Urine hCG β-subunit core fragment, a sensitive test for ectopic pregnancy

Laurence A. Cole, Andrew Kardana, David B. Seifer, Henry C.L. Bohler

Research output: Contribution to journalArticlepeer-review

30 Scopus citations

Abstract

hCG is a glycoprotein hormone composed of 2 dissimilar subunits, α and β, joined non-covalently. hCG and its free β-subunit are the principal hCG β immunoreactivities in pregnancy serum samples, and the same plus β-core fragment (β-subunit residues 6-40 disulfide-linked to residues 55-92) in urine samples. Ectopic or tubal pregnancy is difficult to diagnose in emergency rooms.
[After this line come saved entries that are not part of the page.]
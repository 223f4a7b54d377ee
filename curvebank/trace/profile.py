"""The sub-pixel step: where across the path the ink's middle lies, block by block along it.

First on a band resampled along the path, to bring it near; then on the page's own pixels, without resampling. One line width and one
blur hold for the whole curve; in each block of a few pixels of length base, height and shift are fitted. The shifts are then smoothed
along the curve by a penalised spline that bridges gaps.
"""

from dataclasses import dataclass, replace

import numpy as np

from ..records import FloatArray
from ..sheet import Prepared, under_mask
from ..sheet.prepare import unit_of
from . import smooth
from .axis import Axis, from_polyline
from .band import sample
from .blocks import Blocks, read_blocks, read_table
from .merged import merged_blocks, read_merged
from .pixels import Floats32, believed, pixels_near, trust
from .shape import Shape, shape_of

__all__ = ["Blocks", "Refined", "Shape", "align", "pixels_near", "read_blocks", "refine", "runs_merged"]
BILINEAR = 1 / 6
"""Variance [px^2] that linear interpolation adds to a blur, the mean over all places between pixels."""
Held = tuple[FloatArray | None, FloatArray | None]
AGAIN_PX = 0.7
"""A curve further than this (times the unit) from where its ink was read about is read once more."""
FEW = (1, 2, 3, 5, 8, 12)
"""Pieces of a reference, fewest first."""
REACH_PX = 6.0
"""How far (times the unit) the line may lie from its reference."""
STIFF_SHARE, SUPPLE = 4, 3
"""A stiff curve has one piece for so many of a supple one; fewer where the path had to be moved far, as on sharp bends."""
STIFF = 4.0
"""Readings that count as one for a first, stiff curve through them: other strokes come in runs."""
WANDER_PX = 0.15
"""Scatter of a path about its line (times the unit) that is taken for granted."""
ASTRAY_PX = 6.0
"""A stiff curve through what shows may leave the path by this much where nothing shows."""
ROWS = 3
"""Rows of the band that are averaged to one reading."""


@dataclass(frozen=True, slots=True, eq=False)
class Refined:
    """A sub-pixel curve: its axis, sigma [px] at each axis sample, the readings behind it and the line's shape."""

    axis: Axis
    sigma: FloatArray
    blocks: Blocks
    shape: Shape
    scatter: float


def align(prepared: Prepared, axis: Axis, clicks: FloatArray) -> tuple[Axis, Shape, float]:
    """Bring an axis that is a pixel or two off near the middle of its ink: the axis, the line's shape and how far [px] it moved."""
    unit = max(prepared.unit, 0.6)
    half, step = max(0.9 * prepared.width_px, 3.0) + 6.0 * unit, 0.5 * max(unit, 0.8)
    count = max(int(round(axis.length / (3.0 * unit))), 4)
    ink, weight, across = _band(prepared, axis, count, half, step)
    keep = believed(weight)
    d = np.broadcast_to(across[:, None], ink.shape)
    rough = shape_of(d[keep], ink[keep], prepared.width_px)
    unit = max(unit_of(rough.width), 0.6)
    flanks = [(sign * across > rough.half_extent + 0.5) & (sign * across < rough.half_extent + 6.0) for sign in (-1, 1)]
    sides = [ink[f].mean(axis=0) if f.any() else np.zeros(count) for f in flanks]
    near = np.abs(across) <= rough.half_extent + 2.5
    seen = np.full(count, int(near.sum()))
    rows = (d[near], ink[near], weight[near])
    # Averaged rows have little noise: what a neighbouring line adds to the misfit must not be held against it.
    blocks = read_table(*rows, seen, np.minimum(*sides), rough, axis.length, rounds=3, slack=0.1)
    blocks = _with_clicks(blocks, axis, clicks, unit)
    # A path may wander a pixel or two to either side: that is followed here, and only what lies further off is some other stroke.
    stiff = _stiff(blocks, axis, _weights(blocks), _pieces(axis, unit) // STIFF_SHARE, STIFF, WANDER_PX * unit)
    fitted = _stiff(blocks, axis, _gated(blocks, stiff, axis, 5 * WANDER_PX * unit), _pieces(axis, unit) // 2, 2.0, WANDER_PX * unit)
    shift = fitted.value(axis.s / axis.length)
    moved = axis.points + axis.normals * shift
    d = (across[:, None] - fitted.value((np.arange(count) + 0.5) / count)[:, 0]).astype(np.float32)
    shape = shape_of(d[keep], ink[keep], rough.width, BILINEAR)
    return from_polyline(moved, axis.closed), shape, float(np.abs(shift).max())


def _band(prepared: Prepared, axis: Axis, count: int, half: float, step: float) -> tuple[Floats32, Floats32, Floats32]:
    """Ink and weight [n, count] of blocks along the axis, and the offsets [n] px across, from a band of a few rows a block."""
    rows = (np.arange(count * ROWS, dtype=np.float64) + 0.5) * (axis.length / (count * ROWS))
    across = np.arange(-half, half + 0.5 * step, step, dtype=np.float64)
    ink = sample(prepared.clean, axis, rows, across, 1.0).reshape(count, ROWS, -1)
    weight = trust(sample(prepared.printed, axis, rows, across, 1.0)).reshape(count, ROWS, -1)
    if prepared.masked is not None:
        points, normals = axis.at(rows)
        hidden = under_mask(prepared, (points[:, None] + normals[:, None] * across[:, None]).reshape(-1, 2))
        weight = np.where(hidden.reshape(weight.shape), np.float32(0), weight)
    total = weight.sum(axis=1)
    mean = (ink * weight).sum(axis=1) / np.maximum(total, np.float32(1e-9))
    return np.ascontiguousarray(mean.T), np.ascontiguousarray(total.T) * np.float32(1 / ROWS), across.astype(np.float32)


def refine(prepared: Prepared, axis: Axis, shape: Shape, clicks: FloatArray, held: Held = (None, None)) -> Refined:
    """Move an aligned axis onto the middle of its ink, with uncertainties; ``held`` are pixels [n, 2] of the known line at its ends."""
    fine, sharper, moved = _read(prepared, axis, shape, clicks, held)
    # A shape measured about a wiggling axis is too broad, and ink far from the axis is read poorly: read again about the curve itself.
    if abs(np.log(sharper.width / shape.width)) >= 0.2 or moved > AGAIN_PX * max(unit_of(shape.width), 0.6):
        fine, _, _ = _read(prepared, fine.axis, sharper, clicks, held, SUPPLE)
    return fine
With the objective of finding better hCG-related assays for differentiating tubal and normal pregnancies, we tested 2 hCG, 1 free β-subunit and 2 β-core fragment immunoassays. Twelve urine samples were collected in the emergency room from women later shown by surgery to have tubal pregnancy. All were 38 to 80 days since last period. A further 36 urine samples were collected from the same period from those with normal intrauterine pregnancies. Using the 2 hCG assays the median level in tubal pregnancy samples was 1/38th and 1/48th of normal pregnancy concentrations. With the free β-subunit assay tubal pregnancy levels were 1/28th of normal levels. Using 2 β-core fragment assays (Ciba-Triton UGP kit and B204-FBT11 scavenger test), however, tubal levels were most different from intrauterine pregnancy, 1/149th and 1/800th of normal levels. A cut-off level of 100 μg/L was considered for the B204-FBT11 β-core fragment test, at which a predictive value of > 98% was suggested for ectopic pregnancy. In an additional patient, levels were measured 15 days prior to the diagnosis of tubal pregnancy. At this time, results from the 2 hCG tests were 1/97th and 1/126th, from the free β-subunit test was 1/8th and the 2 β-core assays were 1/413th and 1/240th of median normal intrauterine pregnancy levels. While hCG levels are reduced in tubal pregnancy, β-core fragment are reduced much further. β-core fragment measurements may offer a major improvement over hCG in diagnosing tubal pregnancy in the Emergency Room, and in screening for this life threatening disease.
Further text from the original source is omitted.